● **Task details**
Exact copies of the records below are required.

● **Records**
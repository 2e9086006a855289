import 'server-only';
import { UniqueConstraintError, type Transaction } from 'sequelize';
import type { z } from 'zod';
import type { invitationAcceptedSchema } from '@/lib/api/dto/core';
import type { invitationInfoSchema } from '@/lib/api/dto/members';
import { audit } from '@/lib/audit';
import type { SessionUser } from '@/lib/auth';
import { emailIs } from '@/lib/auth/email';
import { hashPassword, isCommonPassword } from '@/lib/auth/passwords';
import { ROLE_SUMMARY } from '@/lib/auth/roles';
import { hashLinkToken, isLinkTokenShape } from '@/lib/auth/tokens';
import { inTransaction } from '@/lib/db';
import { conflict, forbidden, HttpError, notFound, invalidFields } from '@/lib/http';
import type { invitationAcceptSchema } from '@/lib/validation/auth';
import { Invitation, Membership, User } from '@/models';
import { INVITATION_ATTRIBUTES, INVITED_BY, isPast } from './columns';

// The invitee's side: the link in the e-mail. These take no Actor (the token is the credential);
// the signed-in user, if any, decides between "create an account" and "join with this account".

/** Who is opening the link, relative to the invited address. */
export type InviteeAccount = InvitationInfo['account'];

/** What an invitation link offers: the API's InvitationInfo. */
export type InvitationInfo = z.infer<typeof invitationInfoSchema>;

export type InvitationLookup =
  | { state: 'ok'; info: InvitationInfo }
  | { state: 'invalid' }
  | { state: 'revoked' | 'accepted' | 'expired'; coopName: string };

/** An invitation found by its link, with its co-op and inviter, and the account already using its address. */
interface TokenMatch {
  invitation: Invitation & { coop: NonNullable<Invitation['coop']> };
  existingUserId: number | null;
}

/**
 * The invitation behind a link. Inside a transaction the invitation row is locked (not the
 * co-op or the inviter), so a link is accepted exactly once.
 */
async function findByToken(token: string, transaction?: Transaction): Promise<TokenMatch | null> {
  if (!isLinkTokenShape(token)) return null;
  const invitation = await Invitation.findOne({
    attributes: [...INVITATION_ATTRIBUTES],
    where: { tokenHash: hashLinkToken(token) },
    include: [{ association: 'coop', attributes: ['name', 'slug', 'timezone'], required: true }, INVITED_BY],
    ...(transaction ? { transaction, lock: { level: transaction.LOCK.UPDATE, of: Invitation } } : {}),
  });
  if (!invitation?.coop) return null;
  const existing = await User.findOne({ attributes: ['id'], where: emailIs(invitation.email), transaction });
  return { invitation: invitation as TokenMatch['invitation'], existingUserId: existing?.id ?? null };
}

function stateOf(match: TokenMatch | null): InvitationLookup['state'] {
  if (!match) return 'invalid';
  const { status, expiresAt } = match.invitation;
  if (status !== 'pending') return status;
  return isPast(expiresAt) ? 'expired' : 'ok';
}

function accountOf(match: TokenMatch, user: SessionUser | null): InviteeAccount {
  if (!match.existingUserId) return 'new';
  if (!user) return 'sign-in-needed';
  return user.id === match.existingUserId ? 'signed-in' : 'other-account';
}

/** What the invitation page shows for a token (never throws for a bad link). */
export async function lookupInvitation(token: string, user: SessionUser | null): Promise<InvitationLookup> {
  const match = await findByToken(token);
  const state = stateOf(match);
  if (state === 'invalid' || !match) return { state: 'invalid' };
  const { invitation: inv } = match;
  if (state !== 'ok') return { state, coopName: inv.coop.name };
  return {
    state: 'ok',
    info: {
      coop: { name: inv.coop.name, slug: inv.coop.slug },
      role: inv.role,
      roleSummary: ROLE_SUMMARY[inv.role],
      email: inv.email,
      invitedBy: inv.invitedBy?.name ?? null,
      expiresAt: inv.expiresAt.toISOString(),
      account: accountOf(match, user),
      signedInAs: user?.email ?? null,
    },
  };
}

export const INVITATION_MESSAGES = {
  invalid:
    'This invitation link is not valid. Check that the whole link was copied from the e-mail, or ask the co-op’s admin for a new invitation.',
  revoked: 'This invitation was withdrawn by the co-op’s admin. Ask them for a new one if you still want to join.',
  accepted: 'This invitation has already been used. If that was you, sign in to reach the co-op.',
  expired: 'This invitation has expired. Ask the co-op’s admin to send it again; the new e-mail has a fresh link.',
} as const;

/** The lookup as an HTTP answer: 404 for an unknown link, 410 Gone for a used, withdrawn or expired one. */
export function invitationError(lookup: Exclude<InvitationLookup, { state: 'ok' }>): HttpError {
  if (lookup.state === 'invalid') return notFound(INVITATION_MESSAGES.invalid);
  return new HttpError(410, INVITATION_MESSAGES[lookup.state], undefined, {
    reason: lookup.state,
    coop: lookup.coopName,
  });
}

/**
 * Accepts an invitation: a new person gets an account (name + password of 12–128 characters,
 * not on the common list); a person who already has an account must be signed in as that
 * address. Either way they join the co-op with the invited role. The invitation row is locked,
 * so a link works exactly once.
 */
export async function acceptInvitation(
  token: string,
  user: SessionUser | null,
  input: z.infer<typeof invitationAcceptSchema>,
): Promise<z.infer<typeof invitationAcceptedSchema>> {
  // bcrypt takes a while: hash before taking the row lock (wasted only for existing accounts).
  const passwordHash = input.password !== undefined ? await hashPassword(input.password) : null;
  try {
    return await inTransaction(async (transaction) => {
      const match = await findByToken(token, transaction);
      const state = stateOf(match);
      if (!match || state === 'invalid') throw invitationError({ state: 'invalid' });
      const { invitation: inv, existingUserId } = match;
      if (state !== 'ok') throw invitationError({ state, coopName: inv.coop.name });

      let userId: number;
      const newAccount = !existingUserId;
      if (existingUserId) {
        if (!user) throw new HttpError(401, `An account already uses ${inv.email}. Sign in as ${inv.email} to accept.`);
        if (user.id !== existingUserId) {
          throw forbidden(
            `This invitation is for ${inv.email}, but you are signed in as ${user.email}. Sign out, then open the link again.`,
          );
        }
        userId = existingUserId;
      } else {
        const fields: Record<string, string[]> = {};
        if (!input.name) fields.name = ['Enter your name.'];
        if (!passwordHash) fields.password = ['Choose a password of 12 to 128 characters.'];
        else if (isCommonPassword(input.password!))
          fields.password = ['That password is on a list of commonly used passwords. Choose another.'];
        if (Object.keys(fields).length) throw invalidFields(fields);
        const created = await User.create(
          { email: inv.email.toLowerCase(), name: input.name!, passwordHash: passwordHash! },
          { transaction },
        );
        userId = created.id;
      }

      const already = await Membership.findOne({
        attributes: ['id'],
        where: { coopId: inv.coopId, userId },
        transaction,
      });
      if (already) throw conflict(`You are already a member of ${inv.coop.name}.`);
      const membership = await Membership.create({ coopId: inv.coopId, userId, role: inv.role }, { transaction });
      await inv.update({ status: 'accepted', acceptedAt: new Date() }, { transaction });
      await audit(
        {
          coopId: inv.coopId,
          actorUserId: userId,
          action: 'invitation.accept',
          entityType: 'invitation',
          entityId: inv.id,
          before: { email: inv.email, role: inv.role, status: 'pending' },
          after: { email: inv.email, role: inv.role, status: 'accepted', membershipId: membership.id, newAccount },
        },
        transaction,
      );
      await audit(
        {
          coopId: inv.coopId,
          actorUserId: userId,
          action: 'membership.create',
          entityType: 'membership',
          entityId: membership.id,
          before: null,
          after: { userId, email: inv.email, role: inv.role, status: 'active', invitationId: inv.id },
        },
        transaction,
      );
      return {
        coop: { slug: inv.coop.slug, name: inv.coop.name },
        role: inv.role,
        email: inv.email.toLowerCase(),
        newAccount,
      };
    });
  } catch (e) {
    if (e instanceof UniqueConstraintError) {
      // Two people (or two tabs) accepting at the same moment: the account or the membership was just made.
      if (/memberships/.test(e.parent?.message ?? '')) throw conflict('You are already a member of this co-op.');
      throw conflict(
        'An account with this e-mail address was created a moment ago. Sign in, then open the link again.',
      );
    }
    throw e;
  }
}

● **Answer to this exercise**
repository 2e9086006a855289
import 'server-only';
import { UniqueConstraintError, type Transaction } from 'sequelize';
import type { z } from 'zod';
import type { invitationAcceptedSchema } from '@/lib/api/dto/core';
import type { invitationInfoSchema } from '@/lib/api/dto/members';
import { audit } from '@/lib/audit';
import type { SessionUser } from '@/lib/auth';
import { emailIs } from '@/lib/auth/email';
import { hashPassword, isCommonPassword } from '@/lib/auth/passwords';
import { ROLE_SUMMARY } from '@/lib/auth/roles';
import { hashLinkToken, isLinkTokenShape } from '@/lib/auth/tokens';
import { inTransaction } from '@/lib/db';
import { conflict, forbidden, HttpError, notFound, invalidFields } from '@/lib/http';
import type { invitationAcceptSchema } from '@/lib/validation/auth';
import { Invitation, Membership, User } from '@/models';
import { INVITATION_ATTRIBUTES, INVITED_BY, isPast } from './columns';

// The invitee's side: the link in the e-mail. These take no Actor (the token is the credential);
// the signed-in user, if any, decides between "create an account" and "join with this account".

/** Who is opening the link, relative to the invited address. */
export type InviteeAccount = InvitationInfo['account'];

/** What an invitation link offers: the API's InvitationInfo. */
export type InvitationInfo = z.infer<typeof invitationInfoSchema>;

export type InvitationLookup =
  | { state: 'ok'; info: InvitationInfo }
  | { state: 'invalid' }
  | { state: 'revoked' | 'accepted' | 'expired'; coopName: string };

/** An invitation found by its link, with its co-op and inviter, and the account already using its address. */
interface TokenMatch {
  invitation: Invitation & { coop: NonNullable<Invitation['coop']> };
  existingUserId: number | null;
}

/**
 * The invitation behind a link. Inside a transaction the invitation row is locked (not the
 * co-op or the inviter), so a link is accepted exactly once.
 */
async function findByToken(token: string, transaction?: Transaction): Promise<TokenMatch | null> {
  if (!isLinkTokenShape(token)) return null;
  const invitation = await Invitation.findOne({
    attributes: [...INVITATION_ATTRIBUTES],
    where: { tokenHash: hashLinkToken(token) },
    include: [{ association: 'coop', attributes: ['name', 'slug', 'timezone'], required: true }, INVITED_BY],
    ...(transaction ? { transaction, lock: { level: transaction.LOCK.UPDATE, of: Invitation } } : {}),
  });
  if (!invitation?.coop) return null;
  const existing = await User.findOne({ attributes: ['id'], where: emailIs(invitation.email), transaction });
  return { invitation: invitation as TokenMatch['invitation'], existingUserId: existing?.id ?? null };
}

function stateOf(match: TokenMatch | null): InvitationLookup['state'] {
  if (!match) return 'invalid';
  const { status, expiresAt } = match.invitation;
  if (status !== 'pending') return status;
  return isPast(expiresAt) ? 'expired' : 'ok';
}

function accountOf(match: TokenMatch, user: SessionUser | null): InviteeAccount {
  if (!match.existingUserId) return 'new';
  if (!user) return 'sign-in-needed';
  return user.id === match.existingUserId ? 'signed-in' : 'other-account';
}

/** What the invitation page shows for a token (never throws for a bad link). */
export async function lookupInvitation(token: string, user: SessionUser | null): Promise<InvitationLookup> {
  const match = await findByToken(token);
  const state = stateOf(match);
  if (state === 'invalid' || !match) return { state: 'invalid' };
  const { invitation: inv } = match;
  if (state !== 'ok') return { state, coopName: inv.coop.name };
  return {
    state: 'ok',
    info: {
      coop: { name: inv.coop.name, slug: inv.coop.slug },
      role: inv.role,
      roleSummary: ROLE_SUMMARY[inv.role],
      email: inv.email,
      invitedBy: inv.invitedBy?.name ?? null,
      expiresAt: inv.expiresAt.toISOString(),
      account: accountOf(match, user),
      signedInAs: user?.email ?? null,
    },
  };
}

export const INVITATION_MESSAGES = {
  invalid:
    'This invitation link is not valid. Check that the whole link was copied from the e-mail, or ask the co-op’s admin for a new invitation.',
  revoked: 'This invitation was withdrawn by the co-op’s admin. Ask them for a new one if you still want to join.',
  accepted: 'This invitation has already been used. If that was you, sign in to reach the co-op.',
  expired: 'This invitation has expired. Ask the co-op’s admin to send it again; the new e-mail has a fresh link.',
} as const;

/** The lookup as an HTTP answer: 404 for an unknown link, 410 Gone for a used, withdrawn or expired one. */
export function invitationError(lookup: Exclude<InvitationLookup, { state: 'ok' }>): HttpError {
  if (lookup.state === 'invalid') return notFound(INVITATION_MESSAGES.invalid);
  return new HttpError(410, INVITATION_MESSAGES[lookup.state], undefined, {
    reason: lookup.state,
    coop: lookup.coopName,
  });
}

/**
 * Accepts an invitation: a new person gets an account (name + password of 12–128 characters,
 * not on the common list); a person who already has an account must be signed in as that
 * address. Either way they join the co-op with the invited role. The invitation row is locked,
 * so a link works exactly once.
 */
export async function acceptInvitation(
  token: string,
  user: SessionUser | null,
  input: z.infer<typeof invitationAcceptSchema>,
): Promise<z.infer<typeof invitationAcceptedSchema>> {
  // bcrypt takes a while: hash before taking the row lock (wasted only for existing accounts).
  const passwordHash = input.password !== undefined ? await hashPassword(input.password) : null;
  try {
    return await inTransaction(async (transaction) => {
      const match = await findByToken(token, transaction);
      const state = stateOf(match);
      if (!match || state === 'invalid') throw invitationError({ state: 'invalid' });
      const { invitation: inv, existingUserId } = match;
      if (state !== 'ok') throw invitationError({ state, coopName: inv.coop.name });

      let userId: number;
      const newAccount = !existingUserId;
      if (existingUserId) {
        if (!user) throw new HttpError(401, `An account already uses ${inv.email}. Sign in as ${inv.email} to accept.`);
        if (user.id !== existingUserId) {
          throw forbidden(
            `This invitation is for ${inv.email}, but you are signed in as ${user.email}. Sign out, then open the link again.`,
          );
        }
        userId = existingUserId;
      } else {
        const fields: Record<string, string[]> = {};
        if (!input.name) fields.name = ['Enter your name.'];
        if (!passwordHash) fields.password = ['Choose a password of 12 to 128 characters.'];
        else if (isCommonPassword(input.password!))
          fields.password = ['That password is on a list of commonly used passwords. Choose another.'];
        if (Object.keys(fields).length) throw invalidFields(fields);
        const created = await User.create(
          { email: inv.email.toLowerCase(), name: input.name!, passwordHash: passwordHash! },
          { transaction },
        );
        userId = created.id;
      }

      const already = await Membership.findOne({
        attributes: ['id'],
        where: { coopId: inv.coopId, userId },
        transaction,
      });
      if (already) throw conflict(`You are already a member of ${inv.coop.name}.`);
      const membership = await Membership.create({ coopId: inv.coopId, userId, role: inv.role }, { transaction });
      await inv.update({ status: 'accepted', acceptedAt: new Date() }, { transaction });
      await audit(
        {
          coopId: inv.coopId,
          actorUserId: userId,
          action: 'invitation.accept',
          entityType: 'invitation',
          entityId: inv.id,
          before: { email: inv.email, role: inv.role, status: 'pending' },
          after: { email: inv.email, role: inv.role, status: 'accepted', membershipId: membership.id, newAccount },
        },
        transaction,
      );
      await audit(
        {
          coopId: inv.coopId,
          actorUserId: userId,
          action: 'membership.create',
          entityType: 'membership',
          entityId: membership.id,
          before: null,
          after: { userId, email: inv.email, role: inv.role, status: 'active', invitationId: inv.id },
        },
        transaction,
      );
      return {
        coop: { slug: inv.coop.slug, name: inv.coop.name },
        role: inv.role,
        email: inv.email.toLowerCase(),
        newAccount,
      };
    });
  } catch (e) {
    if (e instanceof UniqueConstraintError) {
      // Two people (or two tabs) accepting at the same moment: the account or the membership was just made.
      if (/memberships/.test(e.parent?.message ?? '')) throw conflict('You are already a member of this co-op.');
      throw conflict(
        'An account with this e-mail address was created a moment ago. Sign in, then open the link again.',
      );
    }
    throw e;
  }
}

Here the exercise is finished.